2. The document registration according to claim 1, wherein the index creation unit designates a predetermined language in addition to the designated language accepted by the language designation acceptance unit and performs the normalization in the plurality of languages. apparatus.

The document registration apparatus according to claim 2, wherein the index creating unit designates English as the predetermined language.

In a document search apparatus that searches a plurality of document data registered by the document registration apparatus according to claim 1 for a document that matches the input search formula,
Search request accepting means for accepting the search request for the search;
Language designation accepting means for accepting the designation of the language related to the one search request to be accepted;
Retrieval means for normalizing the accepted search request in a plurality of languages including the accepted designated language and performing a search of the plurality of document data using an index created by normalizing the document data in a plurality of languages When,
A document retrieval apparatus comprising:

5. The document search apparatus according to claim 4, wherein the search unit specifies a predetermined language in addition to the specified language received by the language specification reception unit and performs the normalization in the plurality of languages. .

The document search apparatus according to claim 5, wherein the search unit specifies English as the predetermined language.

In a computer-readable program for causing a computer to execute a process of registering the document data in order to search a document that matches the input search formula from a plurality of registered document data,
Document data reception processing for receiving input of document data to be registered;
A language designation accepting process for accepting designation of a language relating to the one document to be accepted;
When the plurality of languages including the received designated language hold different character code areas, the document data is normalized with respect to one language out of the plurality of languages to obtain normalized data.
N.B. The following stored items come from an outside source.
//! Replay, exports and the answer log, as a fact-checker meets them on the
//! command line: answers made from the demo release, proved again after
//! tampering, wrong footnotes, edited and deleted sources, and read back
//! from CSV with a general-purpose reader (RFC 4180).

use crate::support::{schema_problems, write};
use serde_json::Value;
use std::path::{Path, PathBuf};
use std::process::{Command, Output};

fn onrecord(args: &[&str], index: &Path) -> Output {
    Command::new(env!("CARGO_BIN_EXE_onrecord"))
        .args(args)
        .env("ONRECORD_INDEX", index)
        .env("ONRECORD_EMBEDDER", "off")
        .env_remove("RUST_LOG")
        .output()
        .expect("the binary runs")
}

fn stdout(o: &Output) -> String {
    String::from_utf8_lossy(&o.stdout).into_owned()
}

fn stderr(o: &Output) -> String {
    String::from_utf8_lossy(&o.stderr).into_owned()
}

fn replay_json(args: &[&str], index: &Path, want_code: i32) -> Value {
    let mut all = vec!["replay"];
    all.extend_from_slice(args);
    all.push("--json");
    let out = onrecord(&all, index);
    assert_eq!(
        out.status.code(),
        Some(want_code),
        "replay {args:?}: {}\n{}",
        stderr(&out),
        stdout(&out)
    );
    let v: Value = serde_json::from_str(&stdout(&out)).expect("replay --json prints JSON");
    let schema: Value = serde_json::from_str(
        &std::fs::read_to_string(
            Path::new(env!("CARGO_MANIFEST_DIR")).join("eval/replay-record.schema.json"),
        )
        .unwrap(),
    )
    .unwrap();
    let problems = schema_problems(&v, &schema, "$");
    assert!(
        problems.is_empty(),
        "replay report breaks its schema: {problems:#?}"
    );
    assert_eq!(v["exit_code"], want_code);
    v
}

fn verdicts(v: &Value) -> Vec<String> {
    v["sentences"]
        .as_array()
        .unwrap()
        .iter()
        .map(|s| s["verdict"].as_str().unwrap().to_string())
        .collect()
}

/// The demo sources copied (so they can be edited), rendered to PDFs and
/// ingested with BM25 only.
struct Demo {
    _tmp: tempfile::TempDir,
    src: PathBuf,
    release: PathBuf,
    index: PathBuf,
    work: PathBuf,
}

impl Demo {
    fn new() -> Demo {
        let tmp = tempfile::tempdir().unwrap();
        let src = tmp.path().join("demo-src");
        let from = Path::new(env!("CARGO_MANIFEST_DIR")).join("eval/demo");
        for e in walkdir::WalkDir::new(&from) {
            let e = e.unwrap();
            let to = src.join(e.path().strip_prefix(&from).unwrap());
            if e.file_type().is_dir() {
                std::fs::create_dir_all(&to).unwrap();
            } else {
                std::fs::copy(e.path(), &to).unwrap();
            }
        }
        let release = tmp.path().join("release");
        let work = tmp.path().to_path_buf();
        let d = Demo {
            index: tmp.path().join("index"),
            _tmp: tmp,
            src,
            release,
            work,
        };
        d.ingest();
        d
    }

    /// Render the (possibly edited) sources and ingest them.
    fn ingest(&self) {
        onrecord::demo::build(&self.src, &self.release).unwrap();
        let out = onrecord(
            &[
                "add",
                self.release.to_str().unwrap(),
                "--manifest",
                self.release.join("manifest.jsonl").to_str().unwrap(),
                "--quiet",
            ],
            &self.index,
        );
        assert_eq!(out.status.code(), Some(0), "{}", stderr(&out));
    }

    /// The demo source file of a document id.
    fn source_of(&self, doc: &str) -> PathBuf {
        let e = onrecord::demo::load_entries(&self.src)
            .unwrap()
            .into_iter()
            .find(|e| e.id == doc)
            .expect("cited document is in the demo manifest");
        self.src.join(e.file)
    }
}

const QUESTION: &str = "Why was Ramp 3A closed in March 2022?";

/// The first citation on a page after page 1 (so a wrong page can be
/// named), as (sentence index, citation index).
fn later_page_citation(answer: &Value) -> (usize, usize) {
    let supported: Vec<&Value> = answer["sentences"]
        .as_array()
        .unwrap()
        .iter()
        .filter(|s| s["verdict"] == "supported")
        .collect();
    for (i, s) in supported.iter().enumerate() {
        for (j, c) in s["citations"].as_array().unwrap().iter().enumerate() {
            if c["page"].as_u64().unwrap() > 1 && c.get("end_page").is_none() {
                return (i, j);
            }
        }
    }
    panic!("the demo answer cites no page after page 1: {answer:#}");
}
Create new normalized data by normalizing the normalized data for one other language, and create new normalized data for all the other languages in the same way By creating one normalized data, creating an index based on the one normalized data, when the plurality of languages hold the same character code area, for the document data, the normalization to make creating a plurality of normalized data as many of said plurality of languages for each of a plurality of languages, the indexing process for creating an index based on the plurality of normalized data
A registration process for registering this index and the received document data;
A program that causes a computer to execute.

In a computer-readable program for causing a computer to execute processing for searching a plurality of document data registered by the program of claim 7 for a document that matches an input search expression,
A search request receiving process for receiving a search request for the search;
A language designation accepting process for accepting designation of a language related to the one search request to be accepted;
A search process for normalizing the received search request in a plurality of languages including the specified language that has been received, and executing a search for the plurality of document data using an index created by normalizing the document data in a plurality of languages When,
A program that causes a computer to execute.

In a storage medium storing a computer-readable program,
A storage medium, wherein the program is the program according to any one of claims 7 and 8.